■ What needs to be done:
Among the records below, find each line that includes the string "order" and copy it.

**** Data for analysis ****

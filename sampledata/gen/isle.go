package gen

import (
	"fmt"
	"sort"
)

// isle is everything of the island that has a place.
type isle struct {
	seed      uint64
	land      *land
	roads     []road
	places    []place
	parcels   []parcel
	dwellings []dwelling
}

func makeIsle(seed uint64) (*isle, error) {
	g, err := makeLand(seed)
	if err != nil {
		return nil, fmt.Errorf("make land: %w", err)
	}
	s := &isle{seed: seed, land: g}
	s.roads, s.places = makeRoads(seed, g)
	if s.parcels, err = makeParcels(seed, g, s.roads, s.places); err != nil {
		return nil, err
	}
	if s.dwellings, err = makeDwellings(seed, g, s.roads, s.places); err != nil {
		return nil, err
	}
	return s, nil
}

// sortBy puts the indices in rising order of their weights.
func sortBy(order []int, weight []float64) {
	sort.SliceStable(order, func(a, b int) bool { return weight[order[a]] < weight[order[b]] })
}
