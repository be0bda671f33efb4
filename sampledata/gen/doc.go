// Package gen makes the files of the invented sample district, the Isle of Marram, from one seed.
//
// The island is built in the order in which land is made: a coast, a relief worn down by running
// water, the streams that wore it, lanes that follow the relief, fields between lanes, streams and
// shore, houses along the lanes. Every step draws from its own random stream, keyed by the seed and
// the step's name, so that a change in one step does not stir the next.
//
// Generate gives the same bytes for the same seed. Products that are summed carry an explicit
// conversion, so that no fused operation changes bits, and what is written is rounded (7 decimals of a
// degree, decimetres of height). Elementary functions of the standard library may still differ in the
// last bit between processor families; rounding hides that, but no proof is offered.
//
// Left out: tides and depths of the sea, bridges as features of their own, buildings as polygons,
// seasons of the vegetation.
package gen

****
**** Data for analysis ****

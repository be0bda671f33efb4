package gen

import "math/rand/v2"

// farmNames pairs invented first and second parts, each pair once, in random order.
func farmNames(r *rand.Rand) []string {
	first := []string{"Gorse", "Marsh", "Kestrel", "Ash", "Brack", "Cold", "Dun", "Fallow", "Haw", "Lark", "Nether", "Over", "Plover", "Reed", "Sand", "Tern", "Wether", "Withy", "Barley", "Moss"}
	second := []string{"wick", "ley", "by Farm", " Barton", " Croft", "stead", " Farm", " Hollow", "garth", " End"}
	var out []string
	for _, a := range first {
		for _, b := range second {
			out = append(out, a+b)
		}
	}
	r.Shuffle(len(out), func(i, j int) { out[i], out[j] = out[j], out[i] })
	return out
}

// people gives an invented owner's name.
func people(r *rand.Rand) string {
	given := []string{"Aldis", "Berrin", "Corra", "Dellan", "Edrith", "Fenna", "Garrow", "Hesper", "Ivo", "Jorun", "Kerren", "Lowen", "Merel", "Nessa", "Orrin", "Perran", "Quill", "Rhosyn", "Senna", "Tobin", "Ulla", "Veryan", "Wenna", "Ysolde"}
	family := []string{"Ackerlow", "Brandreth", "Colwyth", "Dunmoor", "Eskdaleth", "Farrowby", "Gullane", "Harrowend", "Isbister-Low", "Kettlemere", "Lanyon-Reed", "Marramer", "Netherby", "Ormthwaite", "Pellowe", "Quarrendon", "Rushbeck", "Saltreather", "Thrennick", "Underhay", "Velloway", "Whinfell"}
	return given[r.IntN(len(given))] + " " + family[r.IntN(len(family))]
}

****

■ Reply to the exercise:
// sortBy puts the indices in rising order of their weights.
func sortBy(order []int, weight []float64) {
	sort.SliceStable(order, func(a, b int) bool { return weight[order[a]] < weight[order[b]] })
// The island is built in the order in which land is made: a coast, a relief worn down by running
// farmNames pairs invented first and second parts, each pair once, in random order.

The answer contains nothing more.